Work to complete
In the entries below, every line with the string "UncheckedIOException" is to be reported.

Dataset entries:
package steelyard.adapters.program;

import java.io.IOException;
import java.io.UncheckedIOException;
import java.nio.file.Path;
import java.util.Optional;
import java.util.OptionalLong;
import steelyard.adapters.sat.encoding.ClauseSink;
import steelyard.adapters.sat.encoding.EncodingSettings;
import steelyard.adapters.sat.encoding.EncodingStopped;
import steelyard.adapters.sat.encoding.FormulaText;
import steelyard.adapters.sat.encoding.Limits;
import steelyard.adapters.sat.encoding.ModelEncoder;
import steelyard.adapters.spi.Facet;
import steelyard.adapters.spi.Goal;
import steelyard.adapters.spi.Lowered;
import steelyard.adapters.spi.Lowering;
import steelyard.adapters.spi.Monitor;
import steelyard.adapters.spi.Printable;
import steelyard.adapters.spi.Refusal;
import steelyard.adapters.spi.Sizes;
import steelyard.adapters.spi.SolveOutcome;
import steelyard.adapters.spi.SolveRequest;
import steelyard.adapters.spi.Status;
import steelyard.variants.model.Model;

/** A model's clauses in a file of the run's folder; none where a limit passed while encoding. */
final class ProgramLowering implements Lowering {
  private static final String FILE = "formula.cnf";

  private final Model model;
  private final SolveRequest request;
  private final Template command;
  private final Sizes sizes;
  private final Optional<Written> written;
  private boolean solved;

  /** The formula in its file, and what its literals mean. */
  private record Written(ModelEncoder encoder, CnfFile formula) {}

  private ProgramLowering(
      Model model, SolveRequest request, Template command, Sizes sizes, Optional<Written> written) {
    this.model = model;
    this.request = request;
    this.command = command;
    this.sizes = sizes;
    this.written = written;
  }

  static Lowered of(Model model, SolveRequest request, Template command, Monitor monitor) {
    EncodingSettings settings = EncodingSettings.of(request.settings());
    monitor.phase("count");
    ModelEncoder counted =
        new ModelEncoder(
            model,
            settings.mostEdges(),
            ClauseSink.NONE,
            settings.limits(request.deadline()::stopAsked));
    try {
      counted.encode();
      monitor.phase("encode");
      Written written = write(counted, request);
      return new ProgramLowering(model, request, command, counted.sizes(), Optional.of(written));
    } catch (EncodingStopped e) {
      return e.why() == EncodingStopped.Why.STOP
          ? new ProgramLowering(model, request, command, counted.sizes(), Optional.empty())
          : settings.tooLarge(ProgramBackend.NAME, e.why(), counted);
    } catch (IOException | UncheckedIOException e) {
      return new Refusal("program cannot write " + FILE + ": " + e.getMessage());
    }
  }

  private static Written write(ModelEncoder counted, SolveRequest request) throws IOException {
    int variables = counted.cnf().variables();
    Path file = request.programs().folder().resolve(FILE);
    CnfFile formula = CnfFile.create(file, variables);
    try {
      Limits limits = new Limits(variables, Long.MAX_VALUE, request.deadline()::stopAsked);
      ModelEncoder encoder = counted.into(formula, limits);
      encoder.encode();
      encoder.cnf().liftLimits();
      formula.complete();
      return new Written(encoder, formula);
    } catch (IOException | RuntimeException e) {
      formula.close();
      throw e;
    }
  }

  @Override
  public Sizes sizes() {
    return sizes;
  }

  @Override
  public SolveOutcome solve(Goal goal, Monitor monitor) {
    if (solved) {
      throw new IllegalStateException("a lowering is solved once");
    }
    solved = true;
    if (written.isEmpty()) {
      return SolveOutcome.of(
          Status.UNKNOWN, OptionalLong.empty(), Search.stopped(request.deadline()));
    }
    monitor.phase("search");
    Calls calls = new Calls(command, request);
    Written it = written.get();
    try {
      return new Search(model, it.encoder(), it.formula(), calls, request.deadline(), monitor)
          .run(goal);
    } catch (IOException e) {
      throw new UncheckedIOException(e);
    } finally {
      calls.counters().forEach(monitor::count);
    }
  }

  @Override
  public <F extends Facet> Optional<F> facet(Class<F> kind) {
    return kind == Printable.class && written.isPresent()
        ? Optional.of(kind.cast(new FormulaText(model, written.get().encoder(), sizes)))
        : Optional.empty();
  }

  @Override
  public void close() {
    written.ifPresent(it -> it.formula().close());
  }
}
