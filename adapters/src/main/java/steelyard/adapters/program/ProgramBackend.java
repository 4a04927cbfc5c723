package steelyard.adapters.program;

import java.util.ArrayList;
import java.util.List;
import java.util.Map;
import java.util.Optional;
import java.util.Set;
import steelyard.adapters.sat.encoding.EncodingSettings;
import steelyard.adapters.spi.Backend;
import steelyard.adapters.spi.Description;
import steelyard.adapters.spi.Goal;
import steelyard.adapters.spi.Lowered;
import steelyard.adapters.spi.Monitor;
import steelyard.adapters.spi.Probe;
import steelyard.adapters.spi.Programs;
import steelyard.adapters.spi.Refusal;
import steelyard.adapters.spi.Setting;
import steelyard.adapters.spi.Settings;
import steelyard.adapters.spi.SolveRequest;
import steelyard.adapters.spi.Work;
import steelyard.variants.model.Model;

/**
 * A solver program that a setting names, run as a child process. The format {@code dimacs} is for
 * SAT solvers that read DIMACS CNF and answer as the SAT competitions ask; an objective is improved
 * by calling the solver again.
 */
public final class ProgramBackend implements Backend {
  static final String NAME = "program";
  static final String FORMAT = "format";
  static final String COMMAND = "command";
  static final String VERSION_COMMAND = "version-command";

  private static final List<String> PLACEHOLDERS =
      List.of(Template.CNF, Template.SEED, Template.SECONDS, Template.THREADS);

  @Override
  public Description describe() {
    return new Description(
        NAME,
        "any",
        false,
        false,
        Set.of(Goal.Satisfy.class, Goal.Optimise.class, Goal.Enumerate.class),
        List.of(Calls.COUNTER),
        settings(),
        0.4);
  }

  private static List<Setting> settings() {
    List<Setting> settings = new ArrayList<>();
    settings.add(
        Setting.choice(FORMAT, List.of("dimacs"), "what the program reads and answers in"));
    settings.add(
        Setting.command(
            COMMAND,
            "cadical --seed={seed} {cnf}",
            "the program and its arguments; {cnf}, {seed}, {seconds} (left until the limit) and"
                + " {threads} are filled in; no shell"));
    settings.add(
        Setting.command(
            VERSION_COMMAND, "{program} --version", "what prints the program's version"));
    settings.addAll(EncodingSettings.declared());
    return settings;
  }

  @Override
  public Probe probe(Settings settings, Programs programs) {
    Template command = Template.of(settings.text(COMMAND));
    Template version = Template.of(settings.text(VERSION_COMMAND));
    Optional<String> mistake = mistake(command).or(() -> mistakeInVersion(version));
    return mistake.isPresent()
        ? new Refusal(mistake.get())
        : new Trial(command, version, programs).probe(settings);
  }

  @Override
  public Lowered lower(Model model, SolveRequest request, Monitor monitor) {
    Template command = Template.of(request.settings().text(COMMAND));
    Optional<String> mistake = mistake(command).or(() -> mistake(request, command));
    return mistake.isPresent()
        ? new Refusal(mistake.get())
        : ProgramLowering.of(model, request, command, monitor);
  }

  private static Optional<String> mistake(Template command) {
    Optional<String> unknown = command.unknown(PLACEHOLDERS);
    if (unknown.isPresent()) {
      return Optional.of(
          "command has the placeholder {" + unknown.get() + "}; known are " + braced(PLACEHOLDERS));
    }
    return command.has(Template.CNF)
        ? Optional.empty()
        : Optional.of("command does not say where the formula's file goes: it lacks {cnf}");
  }

  private static Optional<String> mistakeInVersion(Template version) {
    return version
        .unknown(List.of(Template.PROGRAM))
        .map(name -> "version-command has the placeholder {" + name + "}; known is {program}");
  }

  private static String braced(List<String> names) {
    return String.join(", ", names.stream().map(name -> "{" + name + "}").toList());
  }

  private static Optional<String> mistake(SolveRequest request, Template command) {
    Optional<Work> work = request.deadline().work();
    if (work.isPresent() && !work.get().unit().equals(Calls.COUNTER)) {
      return Optional.of("program counts work in calls, not in " + work.get().unit());
    }
    if (request.threads() != 1 && !command.has(Template.THREADS)) {
      return Optional.of(
          "command does not say how many threads: it lacks {threads}, and the run has "
              + request.threads());
    }
    return request.programs().find(command.program()).isPresent()
        ? Optional.empty()
        : Optional.of(missing(command.program()));
  }

  /** The Debian packages of solvers that this was tested with, by program. */
  private static final Map<String, String> PACKAGES =
      Map.of("cadical", "cadical", "picosat", "picosat");

  /** What to do about a program that is not there. */
  static String missing(String program) {
    if (program.indexOf('/') >= 0) {
      return "program '" + program + "' is not there or not executable";
    }
    String cure =
        PACKAGES.containsKey(program)
            ? "install it, on Debian with: sudo apt-get install " + PACKAGES.get(program)
            : "install it, or give its path in command";
    return "program '" + program + "' is not on the search path; " + cure;
  }
}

Output of the exercise
import java.io.UncheckedIOException;
    } catch (IOException | UncheckedIOException e) {
      throw new UncheckedIOException(e);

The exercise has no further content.